After Honor Role broke up, the various members went to different bands. Pen and Seth were involved in Butterglove, a great mostly instrumental ensemble that played blistering music that sounded like they stuff like the Melvins & Voi Vod. A great fucking band, easily my favorite east coast band when they were around. Pen was also in Breadwinner, a brutal all instrumental technical bombast. Bob formed Coral, who had some material released on Merge records. Seth joined Kepone. Honor Role reformed for a few shows in the mid nineties as a favor for their friend from Raleigh, Wayne Taylor, who was running for Mayor at that point of time. They reformed to play Wayne’s benefit at the Rialto theatre with Steve Schick (now a father of three) handling the drumming chores. People really enjoyed seeing them again. Just about all of their material has been re-released on Merge.

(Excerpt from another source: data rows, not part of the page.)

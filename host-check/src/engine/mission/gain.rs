//! The steady-gain option: the covariance a fixed-gain filter really has
//! (it carries none of its own) against the optimal one, and the core's
//! `SteadyGain` run in f32 and f64 on the spec's schedule.

use cairn_core::{FilterError, Scalar, SteadyGain};
use nalgebra::{DMatrix, DVector, SMatrix, SVector};
use serde::Serialize;

use crate::engine::steady::Lifted;
use crate::engine::synth::{Noise, sqrt_factor};
use crate::numeric::dare;

/// Largest number of measurement intervals the transient is followed for.
const MAX_INTERVALS: usize = 200_000;

/// What the steady-gain filter costs in accuracy, and how its core runs
/// went.
#[derive(Debug, Clone, Serialize)]
pub struct ConstantGain {
    /// The steady gain used, row-major.
    pub gain: Vec<Vec<f64>>,
    /// Spectral radius of the fixed-gain closed loop (I - K H) F over one
    /// measurement interval: below 1, errors and transients die out.
    pub closed_loop_radius: f64,
    /// Largest relative excess of the implied posterior covariance over the
    /// optimal one: the largest generalised eigenvalue of (P_fixed, P_opt)
    /// minus 1, over the transient.
    pub max_excess: f64,
    /// Time of that largest excess, s.
    pub max_excess_time_s: f64,
    /// Largest trace ratio minus 1 over the transient.
    pub max_trace_excess: f64,
    /// Time after which the excess stays within the threshold, s (`None`
    /// when it did not settle within the intervals followed).
    pub settle_time_s: Option<f64>,
    /// The threshold used (the spec's largest relative covariance error).
    pub threshold: f64,
    /// Measurement intervals followed.
    pub intervals: usize,
    /// The implied prior covariance at the last interval followed, row-major.
    pub final_prior: Vec<Vec<f64>>,
    /// The implied posterior covariance at the last interval followed.
    pub final_posterior: Vec<Vec<f64>>,
    /// The core's `SteadyGain` variants (f32 and f64), when its sizes are
    /// built.
    pub variants: Vec<GainVariantResult>,
    /// Why the core's filter was not run, if it was not.
    pub variants_note: Option<String>,
}

/// One run of the core's `SteadyGain`.
#[derive(Debug, Clone, Serialize)]
pub struct GainVariantResult {
    /// "f32 steady gain" or "f64 steady gain".
    pub name: String,
    /// Steps run.
    pub steps: u64,
    /// The first refused operation, if any.
    pub refused: Option<String>,
    /// Largest state difference from the f64 steady-gain run, in steady
    /// posterior standard deviations (largest over states).
    #[serde(rename = "max_state_difference_sd")]
    pub max_state_difference_sigma: f64,
    /// The same, largest in each of the run's plot buckets.
    #[serde(skip)]
    pub state_series: Vec<f64>,
    /// Time of each bucket's end, s.
    #[serde(skip)]
    pub series_time: Vec<f64>,
    /// When the state difference is projected to cross its threshold, s
    /// (robust line of a significant rise; `None`: no such rise; filled
    /// in by the mission analysis, as are the fields below).
    pub crossing_s: Option<f64>,
    /// The earliest crossing the slope interval allows, s.
    pub crossing_low_s: Option<f64>,
    /// The latest, s (`None`: never).
    pub crossing_high_s: Option<f64>,
    /// The trend test on its state difference.
    pub trend: Option<super::Trend>,
    /// What the projection of the state difference says.
    pub outlook: Option<super::Outlook>,
    /// For an undecided outlook: the horizon that would decide it, s.
    pub run_at_least_s: Option<f64>,
}

fn rows(m: &DMatrix<f64>) -> Vec<Vec<f64>> {
    (0..m.nrows())
        .map(|i| (0..m.ncols()).map(|j| m[(i, j)]).collect())
        .collect()
}

/// The largest generalised eigenvalue of (a, b) for symmetric a and
/// positive definite b, or `None` when b has no Cholesky factor.
fn largest_generalised(a: &DMatrix<f64>, b: &DMatrix<f64>) -> Option<f64> {
    let l = b.clone().cholesky()?.l();
    let li = l.try_inverse()?;
    let m = &li * a * li.transpose();
    let m = (&m + m.transpose()) * 0.5;
    crate::engine::metrics::eigen_range(&m).map(|(_, hi)| hi)
}

/// Follows the optimal filter and the fixed-gain filter from P0 over the
/// lifted model (F^k, sum F^i Q F^i') at the measurement instants:
///
/// P- = F P+ F' + Q;
/// P+ = (I - K H) P- (I - K H)' + K R K',
///
/// with the optimal K = P- H' (H P- H' + R)^-1 for the one and the steady K
/// for the other (the Joseph expression holds for any gain: e.g. Grewal &
/// Andrews, *Kalman Filtering: Theory and Practice*; common practice).
/// Runs the horizon's intervals at least, then on until the excess has
/// settled within the threshold, at most 200 000 intervals.
///
/// # Errors
/// A message when the optimal covariance stops being positive definite or
/// S cannot be inverted (a spec the reference would refuse too).
#[allow(clippy::many_single_char_names)]
pub fn transient(
    lifted: &Lifted,
    steady_gain: &DMatrix<f64>,
    p0: &DMatrix<f64>,
    horizon_intervals: usize,
    dt: f64,
    threshold: f64,
) -> Result<ConstantGain, String> {
    let (f, h, q, r, every) = lifted;
    let n = f.nrows();
    let id = DMatrix::<f64>::identity(n, n);
    let ks = steady_gain;
    let a_fixed = &id - ks * h;
    let krk = ks * r * ks.transpose();
    let closed_loop_radius =
        dare::spectral_radius(&(&a_fixed * f)).map_err(|e| format!("closed loop: {e}"))?;
    let interval_s = *every as f64 * dt;
    let (mut p_opt, mut p_fix) = (p0.clone(), p0.clone());
    let (mut max_excess, mut max_excess_time_s, mut max_trace_excess) = (0.0_f64, 0.0, 0.0_f64);
    let mut last_above: Option<usize> = None;
    let mut prior_fix = p0.clone();
    let mut j = 0;
    while j < MAX_INTERVALS {
        j += 1;
        let pm = f * &p_opt * f.transpose() + q;
        let s = h * &pm * h.transpose() + r;
        let si = s
            .clone()
            .cholesky()
            .ok_or_else(|| format!("S is not positive definite at interval {j}"))?
            .inverse();
        let k = &pm * h.transpose() * si;
        let a = &id - &k * h;
        p_opt = &a * &pm * a.transpose() + &k * r * k.transpose();
        p_opt = (&p_opt + p_opt.transpose()) * 0.5;
        prior_fix = f * &p_fix * f.transpose() + q;
        p_fix = &a_fixed * &prior_fix * a_fixed.transpose() + &krk;
        p_fix = (&p_fix + p_fix.transpose()) * 0.5;
        let excess = largest_generalised(&p_fix, &p_opt)
            .ok_or_else(|| format!("the optimal covariance lost definiteness at interval {j}"))?
            - 1.0;
        let tr = p_opt.trace();
        let trace_excess = if tr > 0.0 {
            p_fix.trace() / tr - 1.0
        } else {
            0.0
        };
        if excess > max_excess {
            max_excess = excess;
            max_excess_time_s = j as f64 * interval_s;
        }
        max_trace_excess = max_trace_excess.max(trace_excess);
        if excess > threshold {
            last_above = Some(j);
        }
        if j >= horizon_intervals && excess <= threshold * 1e-2 {
            break;
        }
    }
    let settled = last_above.is_none_or(|l| l < j);
    Ok(ConstantGain {
        gain: rows(ks),
        closed_loop_radius,
        max_excess,
        max_excess_time_s,
        max_trace_excess,
        settle_time_s: settled.then(|| last_above.map_or(0.0, |l| (l + 1) as f64 * interval_s)),
        threshold,
        intervals: j,
        final_prior: rows(&prior_fix),
        final_posterior: rows(&p_fix),
        variants: Vec::new(),
        variants_note: None,
    })
}

/// A steady-gain filter of the core behind run-time sizes.
trait GainVariant {
    fn predict(&mut self) -> Result<(), FilterError>;
    fn update(&mut self, z: &[f64]) -> Result<(), FilterError>;
    fn state(&self, out: &mut [f64]);
}

struct CoreGain<T: Scalar, const N: usize, const M: usize>(SteadyGain<T, N, M>);

impl<T: Scalar, const N: usize, const M: usize> GainVariant for CoreGain<T, N, M> {
    fn predict(&mut self) -> Result<(), FilterError> {
        self.0.predict()
    }
    fn update(&mut self, z: &[f64]) -> Result<(), FilterError> {
        let z = SVector::<T, M>::from_fn(|i, _| T::of(z[i]));
        self.0.update(&z, None).map(|_| ())
    }
    fn state(&self, out: &mut [f64]) {
        for (o, v) in out.iter_mut().zip(self.0.state().iter()) {
            *o = v.to_f64();
        }
    }
}

/// The inputs of a `SteadyGain`: x0, the one-step F, H, K and S.
type GainInputs<'a> = (
    &'a [f64],
    &'a DMatrix<f64>,
    &'a DMatrix<f64>,
    &'a DMatrix<f64>,
    &'a DMatrix<f64>,
);

fn build<T: Scalar, const N: usize, const M: usize>(
    (x0, f, h, k, s): GainInputs<'_>,
) -> Result<Box<dyn GainVariant>, FilterError> {
    let g = SteadyGain::<T, N, M>::try_new(
        SVector::from_fn(|i, _| T::of(x0[i])),
        SMatrix::from_fn(|i, j| T::of(f[(i, j)])),
        SMatrix::from_fn(|i, j| T::of(h[(i, j)])),
        SMatrix::from_fn(|i, j| T::of(k[(i, j)])),
        &SMatrix::from_fn(|i, j| T::of(s[(i, j)])),
    )?;
    Ok(Box::new(CoreGain(g)))
}

type Started = Result<Box<dyn GainVariant>, FilterError>;
type Built = Option<Started>;

fn build_m<T: Scalar, const N: usize>(m: usize, inputs: GainInputs<'_>) -> Built {
    Some(match m {
        1 => build::<T, N, 1>(inputs),
        2 => build::<T, N, 2>(inputs),
        3 => build::<T, N, 3>(inputs),
        4 => build::<T, N, 4>(inputs),
        _ => return None,
    })
}

/// Builds a variant for n states (1 to 9) and m stacked measurement
/// components (1 to 4); `None` outside those sizes.
fn build_variant<T: Scalar>(n: usize, m: usize, inputs: GainInputs<'_>) -> Built {
    match n {
        1 => build_m::<T, 1>(m, inputs),
        2 => build_m::<T, 2>(m, inputs),
        3 => build_m::<T, 3>(m, inputs),
        4 => build_m::<T, 4>(m, inputs),
        5 => build_m::<T, 5>(m, inputs),
        6 => build_m::<T, 6>(m, inputs),
        7 => build_m::<T, 7>(m, inputs),
        8 => build_m::<T, 8>(m, inputs),
        9 => build_m::<T, 9>(m, inputs),
        _ => None,
    }
}

/// The schedule a steady-gain run needs from the spec.
pub struct GainSchedule<'a> {
    /// One-step transition.
    pub f: &'a DMatrix<f64>,
    /// One-step process noise.
    pub q: &'a DMatrix<f64>,
    /// Initial state and covariance.
    pub x0: &'a [f64],
    /// Initial covariance (draws the true start).
    pub p0: &'a DMatrix<f64>,
    /// Steps to run.
    pub steps: u64,
    /// Seed of the synthetic noise.
    pub seed: u64,
    /// Filter step rate, Hz.
    pub step_hz: f64,
}

/// Runs the core's `SteadyGain` in f32 and f64 on a seeded simulation of
/// the spec's model, measuring every `every` steps, and compares the f32
/// state with the f64 one in steady posterior standard deviations.
///
/// # Errors
/// A note when the sizes have no instantiation (n above 9 or more than 4
/// measurement components).
pub fn run_variants(
    sched: &GainSchedule<'_>,
    lifted: &Lifted,
    gain: &DMatrix<f64>,
    steady_prior: &DMatrix<f64>,
    steady_posterior: &DMatrix<f64>,
) -> Result<Vec<GainVariantResult>, String> {
    let (_, h, _, r, every) = lifted;
    let n = sched.f.nrows();
    let m = h.nrows();
    let s = h * steady_prior * h.transpose() + r;
    let inputs: GainInputs<'_> = (sched.x0, sched.f, h, gain, &s);
    let mut runs: Vec<(String, Started)> = Vec::new();
    for (name, built) in [
        ("f32 steady gain", build_variant::<f32>(n, m, inputs)),
        ("f64 steady gain", build_variant::<f64>(n, m, inputs)),
    ] {
        let Some(b) = built else {
            return Err(format!(
                "the core's steady-gain filter is built here for 1 to 9 states and 1 to 4 \
                 measurement components (this spec has {n} and {m})"
            ));
        };
        runs.push((name.to_string(), b));
    }
    let mut refused: Vec<Option<String>> = vec![None; runs.len()];
    let mut max_sigma = vec![0.0_f64; runs.len()];
    let buckets = crate::engine::metrics::BUCKETS;
    let mut series = vec![vec![f64::NAN; buckets]; runs.len()];
    let dt_step = 1.0 / sched.step_hz;
    let sd: Vec<f64> = (0..n).map(|i| steady_posterior[(i, i)].sqrt()).collect();
    let mut noise = Noise::new(sched.seed ^ 0x5EED_C0A5_7A27_0001);
    let mut truth = DVector::from_column_slice(sched.x0) + noise.correlated(&sqrt_factor(sched.p0));
    let qf = sqrt_factor(sched.q);
    let rf = sqrt_factor(r);
    let (mut x, mut x_ref) = (vec![0.0; n], vec![0.0; n]);
    for k in 1..=sched.steps {
        let bucket = (((k - 1) as u128 * buckets as u128) / u128::from(sched.steps)) as usize;
        truth = sched.f * &truth + noise.correlated(&qf);
        let measure = k % every == 0;
        let z: Vec<f64> = if measure {
            (h * &truth + noise.correlated(&rf))
                .iter()
                .copied()
                .collect()
        } else {
            Vec::new()
        };
        for (i, (_, run)) in runs.iter_mut().enumerate() {
            let Ok(run) = run else { continue };
            if refused[i].is_some() {
                continue;
            }
            let res = run
                .predict()
                .and_then(|()| if measure { run.update(&z) } else { Ok(()) });
            if let Err(e) = res {
                refused[i] = Some(format!("step {k}: {e}"));
            }
        }
        // The f64 run is the last variant.
        if let Some((_, Ok(base))) = runs.last() {
            base.state(&mut x_ref);
        }
        for (i, (_, run)) in runs.iter().enumerate() {
            if let Ok(run) = run {
                run.state(&mut x);
                let mut step = 0.0_f64;
                for j in 0..n {
                    if sd[j] > 0.0 {
                        step = step.max((x[j] - x_ref[j]).abs() / sd[j]);
                    }
                }
                max_sigma[i] = max_sigma[i].max(step);
                let b = &mut series[i][bucket.min(buckets - 1)];
                if b.is_nan() || step > *b {
                    *b = step;
                }
            }
        }
    }
    Ok(runs
        .into_iter()
        .enumerate()
        .map(|(i, (name, run))| GainVariantResult {
            name,
            steps: sched.steps,
            refused: match run {
                Ok(_) => refused[i].clone(),
                Err(e) => Some(format!("start: {e}")),
            },
            max_state_difference_sigma: max_sigma[i],
            state_series: std::mem::take(&mut series[i]),
            series_time: (1..=buckets)
                .map(|b| (b as f64 * sched.steps as f64 / buckets as f64).ceil() * dt_step)
                .collect(),
            crossing_s: None,
            crossing_low_s: None,
            crossing_high_s: None,
            trend: None,
            outlook: None,
            run_at_least_s: None,
        })
        .collect())
}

Everyone should get it, as it is probably some of the finest music to have ever come out of this era. They were amazingly ahead of their time.
(This was all written five years ago or so. I don't know what most of these people are up to. I have been in and out of touch with Bob over the years. Bob is still a very nice man and is married with children, so I don't think you'll be hearing anything from him right now. Which is too bad. Pen is still one of my favorite people of all time and really needs to claim his rightful place and pick up that fucking guitar and just do it. He blew me off last time I was in Richmond, promising a visit to a local Richmond graveyard and failing to materialize but hey that is okay. Over the years since Honor Role broke up, it is still weird for me to see any of these guys without the other three, so deep is the memory of Honor Role and thier performances in my mind. This is especially true of the times I saw Bob sing in various bands. It was just WRONG seeing him up there without Pen at his side. Yes, I am a retard. An Honor Role reunion would be great. Thier music sounded old and wise no matter how young they were at the time. What the fuck? Can I play drums?)